Although operative results have improved with air‑drill cervical laminectomy, complications such as spinal fragility, posterior spur formation, and curvature malalignment remain unresolved. The study introduces expansive open‑door laminoplasty, devised in 1977, to overcome these disadvantages by offering a safer, easier, and structurally superior alternative to ordinary laminectomy. The technique is a bilateral open‑door laminoplasty that widens the spinal canal and permits extensive intradural exploration, with operative steps detailed in the study. Surgical outcomes in patients with cervical OPLL, spondylosis, and canal stenosis were satisfactory, achieving an optimal anteroposterior canal widening of more than 4 mm.

Abstract

Although the operative results have been improving since the air drill was introduced for cervical laminectomy instead of an ordinary rongeur, post-laminectomy complications, such as postoperative fragility of the cervical spine to acute neck trauma, posterior spur formation at the vertebral body, and malalignment of the lateral curvature have still remained as unsolved problems.
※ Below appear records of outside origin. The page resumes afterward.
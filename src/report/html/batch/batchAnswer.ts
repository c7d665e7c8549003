import { type FiveQuantiles, fiveQuantiles } from '../../../batch/fiveQuantiles.ts';
import { type Markup, markup } from '../../charts/markup.ts';
import { dataTable, textColumns } from '../dataTable.ts';
import { bestValues } from './axisSpread.ts';
import type { BatchReportInput } from './batchReportInput.ts';
import { cellName, currencyOf, textName, written } from './writtenFigures.ts';

/** Values of an axis that are named one by one. */
const MOST_NAMED = 8;

/** The answer in three sentences: what the years do, what they cost, which option does best. */
export function batchSentences(input: BatchReportInput): [string, string, string] {
  return [heatSentence(input), costSentence(input), bestSentence(input)];
}

function heatSentence({ years, words, figures }: BatchReportInput): string {
  const { answer: said } = words.batch;
  const factor = fiveQuantiles(years.figures.seasonalFactor);
  const hours = fiveQuantiles(years.figures.backupHours);
  if (factor === undefined || hours === undefined) return said.noHeat;
  return said.heat({
    ...{ factor: figures.number(factor.median, 2), from: figures.number(factor.q25, 2) },
    ...{ to: figures.number(factor.q75, 2), hours: figures.number(hours.median, 0) },
    ...{ hoursFrom: figures.number(hours.q25, 0), hoursTo: figures.number(hours.q75, 0) },
  });
}

function costSentence(input: BatchReportInput): string {
  const { years, words, figures } = input;
  const { answer: said } = words.batch;
  const cost = fiveQuantiles(years.figures.cost);
  if (cost === undefined) return said.noCost;
  const money = (value: number) => figures.money(value, currencyOf(input));
  const whole = (value: number) => figures.number(value, 0);
  const costs = said.cost({ cost: money(cost.median), from: whole(cost.q25), to: whole(cost.q75) });
  const saving = fiveQuantiles(years.figures.saving);
  if (saving === undefined) return `${costs}.`;
  const cheaper = years.figures.saving.filter((value) => value > 0).length;
  const facts = {
    ...{ saving: money(Math.abs(saving.median)), from: whole(saving.q25), to: whole(saving.q75) },
    share: figures.percent(cheaper / saving.count),
  };
  return costs + (saving.median < 0 ? said.loss(facts) : said.saving(facts));
}

function bestSentence(input: BatchReportInput): string {
  const { words, by } = input;
  const best = bestValues(input);
  if (best.length === 0) return words.batch.answer.noBest;
  const named = best.map(({ axis, name, median }) => `${textName(axis)} ${textName(name)} (${written(input, median)})`);
  return `${words.batch.answer.best(words.batch.criteria[by])}: ${named.join(', ')}.`;
}

/** How large the batch was, and what of it is here. */
export function sizeSentences({ manifest, words, figures, years }: BatchReportInput): string[] {
  const { batch: said } = words;
  const whole = (value: number) => figures.number(value, 0);
  const { homes, options, jobs, part, missing } = manifest;
  const sizes = { homes: whole(homes), options: whole(options), jobs: whole(jobs) };
  const lines = [`${homes === 1 ? said.sizeOfOne(sizes) : said.size(sizes)}.`];
  if (part !== undefined) {
    const { shard, shards, fromJob, toJob } = part;
    lines.push(said.part({ part: `${shard}/${shards}`, from: whole(fromJob), to: whole(toJob) }));
  }
  if (missing !== undefined) lines.push(said.missing(missing.map((each) => textName(each)).join(', ')));
  if (years.currencies.length > 1) lines.push(said.severalCurrencies);
  return lines;
}

/** How many years failed, by cause. */
export function failedSentence({ years, words, figures }: BatchReportInput): string {
  const { answer: said } = words.batch;
  if (years.failed === 0) return said.noneFailed;
  const causes = years.causes.slice(0, MOST_NAMED);
  const named = causes.map(({ code, years: count }) => `${textName(code)} ${figures.number(count, 0)}`).join(', ');
  const rest = years.causes.length - causes.length;
  const more = rest > 0 ? `, ${words.batch.more(figures.number(rest, 0))}` : '';
  return `${said.failed(figures.number(years.failed, 0))}: ${named}${more}.`;
}

/** The first page: what the batch was, and its answer. */
export function batchAnswer(input: BatchReportInput): Markup {
  const sentences = batchSentences(input).map((sentence) => markup`<p class="answer"><bdi>${sentence}</bdi></p>`);
  return markup`<section class="sheet" aria-labelledby="answer"><h2 id="answer">${input.words.client.title}</h2>${sentences}${tiles(input)}<p><bdi>${failedSentence(input)}</bdi></p>${varied(input)}</section>`;
}

function tiles(input: BatchReportInput): Markup | undefined {
  const { years, words, figures } = input;
  const { tiles: said } = words.batch;
  const currency = currencyOf(input);
  const list: [string, FiveQuantiles | undefined, number, string][] = [
    [said.factor, fiveQuantiles(years.figures.seasonalFactor), 2, 'H4'],
    [said.cost, fiveQuantiles(years.figures.cost), 0, currency],
    [said.saved, fiveQuantiles(years.figures.saving), 0, currency],
    [said.backup, fiveQuantiles(years.figures.backupHours), 0, 'h'],
    [said.carbon, fiveQuantiles(years.figures.carbon), 0, 'kg CO₂'],
  ];
  const entries = list.flatMap(([name, spread, decimals, unit]) =>
    spread === undefined
      ? []
      : [markup`<div><dt>${name}</dt><dd>${figures.number(spread.median, decimals)} <small>${unit}</small></dd></div>`],
  );
  return entries.length === 0 ? undefined : markup`<dl class="tiles">${entries}</dl>`;
}

function varied({ manifest, words, figures }: BatchReportInput): Markup {
  const { batch: said } = words;
  if (manifest.axes.length === 0) return markup`<h3>${said.varied}</h3><p>${said.nothingVaried}</p>`;
  const table = dataTable({
    caption: said.variedCaption,
    columns: textColumns(said.axis, said.values),
    rows: manifest.axes.map(({ name, values }) => {
      const rest = values.length - MOST_NAMED;
      const named = values
        .slice(0, MOST_NAMED)
        .map((value, i) => markup`${i === 0 ? '' : ' · '}${cellName(String(value))}`);
      return [cellName(name), rest > 0 ? markup`${named} ${said.more(figures.number(rest, 0))}` : markup`${named}`];
    }),
  });
  return markup`<h3>${said.varied}</h3>${table}`;
}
In order to avoid these disadvantages, a new surgical technique called "expansive open-door laminoplasty" was devised by the author in 1977, which is relatively easier, safer, and better than the ordinary laminectomy from the standpoint of structural mechanics of the cervical spine. The operative procedure is described in detail. Operative results in the patients with cervical OPLL, spondylosis, and canal stenosis were satisfactory, and optimal widening of the AP diameter of the spinal canal is considered to be over 4 mm. From this procedure a bilateral, open-door laminoplasty has been devised for extensive exploration at the intradural space.